▸ **Exercise**
Given the listing below, write out exactly the lines starting with the line that has "visit(block, row);" and going on through the line that has "the problem is", both kept.

[Dataset records Boundary: Start]

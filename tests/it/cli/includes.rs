//! Includes: where they are looked for, what is refused, and who reports what.

use super::bench::{Bench, findings, findings_of};

/// Finds `10M` wherever it is read as a card.
const PART: &str = "R9 a 0 10M\n";

fn top(includes: &[&str]) -> String {
    let mut text = "title\nV1 a 0 1\nR1 a 0 1k\n".to_owned();
    for include in includes {
        text.push_str(&format!(".include '{include}'\n"));
    }
    text
}

#[test]
fn paths_are_relative_to_the_including_file_and_shown_so() {
    let bench = Bench::new()
        .file("boards/a.cir", top(&["../lib/outer.inc"]))
        .file("lib/outer.inc", ".include 'deep/inner.inc'\n")
        .file("lib/deep/inner.inc", PART);
    let (code, document) = bench.json(&["boards/a.cir"]);
    assert_eq!(code, Some(0), "{document}");
    assert_eq!(
        findings_of(&document, "milli-or-mega"),
        ["lib/deep/inner.inc:1:8"]
    );
    let (_, document) = bench.json(&["./boards"]);
    assert_eq!(
        findings_of(&document, "milli-or-mega"),
        ["./lib/deep/inner.inc:1:8"]
    );
}

#[test]
fn an_included_file_has_no_title_and_is_told_once() {
    // The part ends in `.cir` and is walked before the files that include it.
    let bench = Bench::new()
        .file("d/a_part.cir", PART)
        .file("d/b.cir", top(&["a_part.cir"]))
        .file("d/c.cir", top(&["./a_part.cir"]));
    let (code, document) = bench.json(&["d"]);
    assert_eq!(code, Some(0), "{document}");
    let found = findings_of(&document, "milli-or-mega");
    assert_eq!(found, ["d/a_part.cir:1:8"]);
}

#[test]
fn a_part_is_checked_where_it_is_included_and_not_alone() {
    // Alone, the instance in the part would name a subcircuit that nobody defines.
    let bench = Bench::new()
        .file(
            "d/main.cir",
            "title\n.subckt pad a\nR1 a 0 1k\nR2 a 0 1k\n.ends\nV1 a 0 1\n.include use.inc\n",
        )
        .file("d/use.inc", "X1 a pad\n");
    let (_, document) = bench.json(&["d"]);
    let rules = findings(&document);
    assert!(
        !rules.iter().any(|rule| rule.contains("unknown-subcircuit")),
        "{rules:?}"
    );
    let (code, document) = bench.json(&["d/use.inc"]);
    assert_eq!(code, Some(1));
    let found = findings_of(&document, "unknown-subcircuit");
    assert_eq!(found, ["d/use.inc:1:6"]);
}

#[test]
fn a_ring_of_includes_ends_and_loses_nobody() {
    let bench = Bench::new()
        .file("a.cir", format!("{}{PART}", top(&["b.cir"])))
        .file("b.cir", format!("{}{PART}", top(&["a.cir"])))
        .file("self.cir", format!("{}{PART}", top(&["self.cir"])));
    let (_, document) = bench.json(&["."]);
    assert_eq!(
        findings_of(&document, "milli-or-mega"),
        ["./a.cir:5:8", "./b.cir:5:8", "./self.cir:5:8"]
    );
    // The title stays a title.
    let found = findings_of(&document, "unreadable-card");
    assert_eq!(found, Vec::<String>::new());
}

#[cfg(unix)]
#[test]
fn what_cannot_be_included_never_hangs_or_ends_the_run() {
    use std::process::Command;
    let includes = ["none.inc", "folder", "/dev/zero", "pipe", ""];
    let text = format!("{}{PART}", top(&includes));
    let bench = Bench::new().file("a.cir", text).folder("folder");
    let made = Command::new("mkfifo").arg(bench.path("pipe")).status();
    assert!(made.is_ok_and(|status| status.success()), "a pipe");
    let (code, document) = bench.json(&["a.cir"]);
    assert!(matches!(code, Some(0 | 1)), "{code:?}");
    assert_eq!(findings_of(&document, "milli-or-mega"), ["a.cir:9:8"]);
    for name in ["/dev/zero", "pipe", "folder/none.cir"] {
        let ran = bench.run(&["lint", name]);
        assert_eq!((ran.code, ran.out.as_str()), (Some(2), ""), "{name}");
        assert!(ran.err.contains(name), "{}", ran.err);
    }
}

#[cfg(unix)]
#[test]
fn one_real_file_is_read_once_by_whatever_name() {
    use std::os::unix::fs::symlink;
    let bench = Bench::new()
        .file(
            "a.cir",
            top(&["lib/p.inc", "lib/../lib/p.inc", "link/p.inc"]),
        )
        .file("lib/p.inc", PART);
    symlink("lib", bench.path("link")).expect("a link");
    let (_, document) = bench.json(&["a.cir"]);
    let found = findings_of(&document, "milli-or-mega");
    assert_eq!(found, ["lib/p.inc:1:8"]);
}

#[cfg(unix)]
#[test]
fn a_way_back_past_a_link_is_not_shortened() {
    use std::os::unix::fs::symlink;
    // `link/..` is the folder `far`, not the one in which the link stands.
    let bench = Bench::new()
        .file("far/p.inc", PART)
        .file("far/deep/a.cir", top(&["../p.inc"]));
    symlink("far/deep", bench.path("link")).expect("a link");
    let (_, document) = bench.json(&["link/a.cir"]);
    let found = findings_of(&document, "milli-or-mega");
    assert_eq!(found, ["link/../p.inc:1:8"]);
}

#[test]
fn backslashes_separate_folders() {
    let bench = Bench::new()
        .file("a.cir", top(&["lib\\p.inc"]))
        .file("lib/p.inc", PART);
    let (_, document) = bench.json(&["a.cir"]);
    let found = findings_of(&document, "milli-or-mega");
    assert_eq!(found.len(), 1, "{document}");
}
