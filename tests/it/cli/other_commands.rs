//! `--version`, `explain`, `rules`, `trace`, logs and bad usage.

use super::bench::{Bench, SOUND};

#[test]
fn version_with_commit() {
    let ran = Bench::new().run(&["--version"]);
    assert_eq!((ran.code, ran.err.as_str()), (Some(0), ""));
    let start = concat!("squeg ", env!("CARGO_PKG_VERSION"), " (commit ");
    let commit = ran.out.strip_prefix(start);
    let commit = commit.and_then(|rest| rest.strip_suffix(")\n"));
    let commit = commit.expect("name, version and commit");
    let hexadecimal = commit.len() == 12 && commit.bytes().all(|b| b.is_ascii_hexdigit());
    assert!(commit == "unknown" || hexadecimal, "{commit}");
}

#[test]
fn bad_usage_is_two_and_help_is_zero() {
    let bench = Bench::new();
    for args in [&[][..], &["lnt"], &["lint", "--nope"], &["trace", "a.cir"]] {
        let ran = bench.run(args);
        assert_eq!((ran.code, ran.out.as_str()), (Some(2), ""), "{args:?}");
        assert!(!ran.err.is_empty(), "{args:?} is explained");
    }
    for args in [&["--help"][..], &["lint", "--help"], &["trace", "--help"]] {
        let ran = bench.run(args);
        assert_eq!((ran.code, ran.err.as_str()), (Some(0), ""), "{args:?}");
    }
}

#[test]
fn explain_prints_the_text_of_the_rule() {
    let bench = Bench::new();
    let ran = bench.run(&["explain", "milli-or-mega"]);
    assert_eq!(ran.code, Some(0));
    for wanted in [
        "# milli-or-mega\n",
        "- severity: warning\n",
        "- family: values\n",
        "## What it does\n",
        "## Fix\n",
    ] {
        assert!(ran.out.contains(wanted), "{wanted} in {}", ran.out);
    }
    let ran = bench.run(&["explain", "mili-or-mega"]);
    assert_eq!((ran.code, ran.out.as_str()), (Some(2), ""));
    let said =
        "squeg: error: there is no rule `mili-or-mega`; the nearest name is `milli-or-mega`\n";
    assert_eq!(ran.err, said);
    let ran = bench.run(&["explain", "milli"]);
    assert!(
        ran.err.contains("nearest name is `milli-or-mega`"),
        "{}",
        ran.err
    );
    let ran = bench.run(&["explain", "weather"]);
    assert_eq!(ran.code, Some(2));
}

#[test]
fn rules_as_table_and_document() {
    let bench = Bench::new();
    let table = bench.run(&["rules"]);
    assert_eq!(table.code, Some(0));
    let document = bench.run(&["rules", "--format", "json"]).json();
    assert_eq!(document["schema"], "squeg-rules-1");
    let rules = document["rules"].as_array().expect("a list of rules");
    assert_eq!(rules.len(), table.out.lines().count());
    for (rule, line) in rules.iter().zip(table.out.lines()) {
        let words: Vec<&str> = line.split_whitespace().take(3).collect();
        assert_eq!(words, [&rule["id"], &rule["severity"], &rule["family"]]);
        let summary = rule["summary"].as_str().unwrap_or("?");
        assert!(line.ends_with(summary), "{line}");
    }
}

#[test]
fn trace_says_why_there_is_nothing() {
    let bench = Bench::new().file("a.cir", SOUND);
    let trace = |args: &[&str]| bench.run(&[&["trace", "a.cir"], args].concat());
    for args in [
        &["--of", "mu"][..],
        &["--of", "mu", "--at", "fast"],
        &["--of", "mu", "--at", "1meg", "--from", "1"],
        &[
            "--of", "mu", "--from", "1meg", "--to", "1k", "--points", "5",
        ],
        &["--of", "mu", "--from", "1k", "--to", "1meg"],
        // No block is marked.
        &["--of", "mu", "--at", "1meg,2.4g"],
    ] {
        let ran = trace(args);
        assert_eq!((ran.code, ran.out.as_str()), (Some(2), ""), "{args:?}");
        assert!(!ran.err.is_empty(), "{args:?} is explained");
    }
    let ran = bench.run(&["trace", "none.cir", "--of", "mu", "--at", "1meg"]);
    assert_eq!(ran.err, "squeg: error: none.cir: no such file\n");
}

#[test]
fn log_level_by_option_and_environment() {
    let bench = Bench::new().file("a.cir", SOUND);
    let args = ["lint", "--jobs", "2", "a.cir"];
    let said = |with: &[&str], level: Option<&str>| {
        let mut command = bench.command(&[with, &args[..]].concat());
        if let Some(level) = level {
            command.env("SQUEG_LOG", level);
        }
        let output = command.output().expect("the program runs");
        assert!(output.stdout.is_empty(), "logs never go to standard output");
        String::from_utf8_lossy(&output.stderr).contains("squeg: debug: ")
    };
    assert!(!said(&[], None), "quiet by default");
    assert!(said(&[], Some("debug")), "by environment");
    assert!(said(&["--log", "debug"], None), "by option");
    assert!(!said(&["--log", "error"], Some("debug")), "option first");
}
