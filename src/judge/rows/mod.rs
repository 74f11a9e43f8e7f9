//! Rows: the problem evaluated on 2048 inputs at a time, by the judge's own reading.
//!
//! [`count`] tries every bit string and counts the solutions; [`truth`] gives the whole truth table. The audit takes
//! rows block by block. All of it is one thing: a tape of row operations, swept over the blocks of inputs in order, in
//! which operations that depend on slowly changing bits run seldom, and blocks that a slow requirement empties are
//! skipped together.

pub(crate) mod in_order;
pub(crate) mod lanes;
pub(crate) mod sweep;
pub(crate) mod tape;
pub(crate) mod wide;

use std::ops::Range;
use std::sync::atomic::{AtomicBool, Ordering};

use crate::budget::Budget;
use crate::id::Id;
use crate::judge::reading::{Reading, read};
use crate::problem::{BitId, Bits, Clauses, Problem};
use in_order::{Then, in_order};
use lanes::{LANE_BITS, LANES, Row, WORDS};
use sweep::Sweep;
use tape::Tape;

/// The most bits that a sweep takes: the number of blocks must leave room in a word.
pub const MAX_BITS: usize = 62;
/// Blocks are handed to the threads in at most this many runs, each beginning at a multiple of its size.
const RUNS: u64 = 256;
/// Evaluated blocks between two looks at the budget: some ten milliseconds of work for large problems.
const BLOCKS_A_LOOK: u64 = 1 << 12;

/// What a sweep over all bit strings found.
#[derive(Clone, PartialEq, Eq, Debug)]
pub struct SweepCount {
    /// How many solutions there are.
    pub count: u64,
    /// The first of them as numbers, bit 0 of the problem the lowest, in increasing order.
    pub solutions: Vec<Bits>,
    /// Whether `solutions` has all of them.
    pub complete: bool,
}

/// The tape of a problem in which bit `searched[i]` is bit `i` of the number of an input.
pub(crate) fn tape(problem: &Problem, searched: &[BitId]) -> Tape {
    Tape::new(&problem.clauses, &read(problem), &places_of(searched))
}

/// The tape of conjuncts alone.
pub(crate) fn tape_of(reading: &Reading, searched: &[BitId]) -> Tape {
    Tape::new(&Clauses::default(), reading, &places_of(searched))
}

/// The place of each bit in the number of an input.
fn places_of(searched: &[BitId]) -> Vec<usize> {
    let mut places = vec![0; searched.len()];
    searched.iter().enumerate().for_each(|(place, bit)| places[bit.index()] = place);
    places
}

/// Counts the solutions by trying every bit string, keeping the first `keep` of them. `None` where the budget ran out,
/// and for more than [`MAX_BITS`] bits.
pub fn count(problem: &Problem, threads: usize, keep: usize, budget: &Budget) -> Option<SweepCount> {
    let bits = problem.bit_count();
    if bits > MAX_BITS {
        return None;
    }
    let tape = tape(problem, &problem.bits().collect::<Vec<_>>());
    count_tape(&tape, bits, threads, keep, budget)
}

/// Counts the inputs of so many bits, at most [`MAX_BITS`], that meet the requirements of a tape.
pub(crate) fn count_tape(tape: &Tape, bits: usize, threads: usize, keep: usize, budget: &Budget) -> Option<SweepCount> {
    let blocks = 1u64 << bits.saturating_sub(LANE_BITS);
    let runs = RUNS.min(blocks);
    let lanes = Row::first_lanes(LANES.min(1 << bits));
    let (mut count, mut numbers) = (0, Vec::new());
    let is_full = AtomicBool::new(keep == 0);
    let work = |sweep: &mut Sweep, run| {
        let keep = if is_full.load(Ordering::Relaxed) { 0 } else { keep };
        let len = blocks / runs;
        count_run(sweep, run * len..(run + 1) * len, &lanes, keep, budget)
    };
    let merge = |run, (solutions, found): (u64, Vec<u64>)| {
        count += solutions;
        numbers.extend(found.into_iter().take(keep - numbers.len()));
        is_full.store(numbers.len() == keep, Ordering::Relaxed);
        budget.report("sweep", run + 1, Some(runs));
        Then::GoOn
    };
    let merged = in_order(threads, runs, || Sweep::new(tape), work, merge);
    (merged == runs).then(|| SweepCount {
        count,
        complete: numbers.len() as u64 == count,
        solutions: numbers.iter().map(|&number| Bits::from_number(number.into(), bits)).collect(),
    })
}

/// The solutions in some blocks: their number, and the first `keep` of them.
fn count_run(
    sweep: &mut Sweep,
    blocks: Range<u64>,
    lanes: &Row,
    keep: usize,
    budget: &Budget,
) -> Option<(u64, Vec<u64>)> {
    let (mut count, mut numbers) = (0, Vec::new());
    each_block(sweep, blocks, budget, |block, row| {
        let row = *row & *lanes;
        count += row.count();
        let room = keep - numbers.len();
        numbers.extend(row.lanes().take(room).map(|lane| block * LANES + lane));
    })?;
    Some((count, numbers))
}

/// Visits the blocks that are not passed over. `None` where the budget ran out.
fn each_block(sweep: &mut Sweep, blocks: Range<u64>, budget: &Budget, mut visit: impl FnMut(u64, &Row)) -> Option<()> {
    let mut block = blocks.start;
    let mut steps: u64 = 0;
    while block < blocks.end {
        if steps.is_multiple_of(BLOCKS_A_LOOK) && budget.spent() {
            return None;
        }
        steps += 1;
        let Some(row) = sweep.block(block) else {
            block = sweep.dead_until(block);
            continue;
        };
        visit(block, row);
        block += 1;
    }
    Some(())
}

/// The truth table over a search register: bit `x` of the table (bit `x % 64` of word `x / 64`) says whether the value
/// `x` of the register is a solution, bit `i` of `x` being the problem's bit `searched[i]`. Every bit of the problem is
/// searched. The table has `2^n` bits: this is for up to some 24 of them.
pub fn truth(problem: &Problem, searched: &[BitId]) -> Vec<u64> {
    assert_eq!(searched.len(), problem.bit_count(), "every bit is searched");
    let table = table(&tape(problem, searched), searched.len(), 1, &Budget::unlimited());
    table.expect("the budget has no end")
}

/// The same for the requirements of a tape over so many bits; `None` where the budget ran out.
pub(crate) fn table(tape: &Tape, bits: usize, threads: usize, budget: &Budget) -> Option<Vec<u64>> {
    let blocks = 1u64 << bits.saturating_sub(LANE_BITS);
    let runs = RUNS.min(blocks);
    let len = blocks / runs;
    let words = (1usize << bits).div_ceil(64);
    let mut table = Vec::with_capacity(words);
    let work = |sweep: &mut Sweep, run| table_run(sweep, run * len..(run + 1) * len, bits, budget);
    let merge = |_, part: Vec<u64>| {
        table.extend(part);
        Then::GoOn
    };
    let merged = in_order(threads, runs, || Sweep::new(tape), work, merge);
    (merged == runs).then_some(table)
}

/// The part of the table for some blocks.
fn table_run(sweep: &mut Sweep, blocks: Range<u64>, bits: usize, budget: &Budget) -> Option<Vec<u64>> {
    let lanes = Row::first_lanes(LANES.min(1 << bits));
    let words = WORDS.min((1usize << bits).div_ceil(64));
    let mut part = vec![0; words * (blocks.end - blocks.start) as usize];
    let first = blocks.start;
    each_block(sweep, blocks, budget, |block, row| {
        let at = (block - first) as usize * words;
        part[at..at + words].copy_from_slice(&(*row & lanes).0[..words]);
    })?;
    Some(part)
}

[Dataset records Boundary: End]

▸ **Response to the task**
        visit(block, row);
        block += 1;
    }
    Some(())
}

/// The truth table over a search register: bit `x` of the table (bit `x % 64` of word `x / 64`) says whether the value
/// `x` of the register is a solution, bit `i` of `x` being the problem's bit `searched[i]`. Every bit of the problem is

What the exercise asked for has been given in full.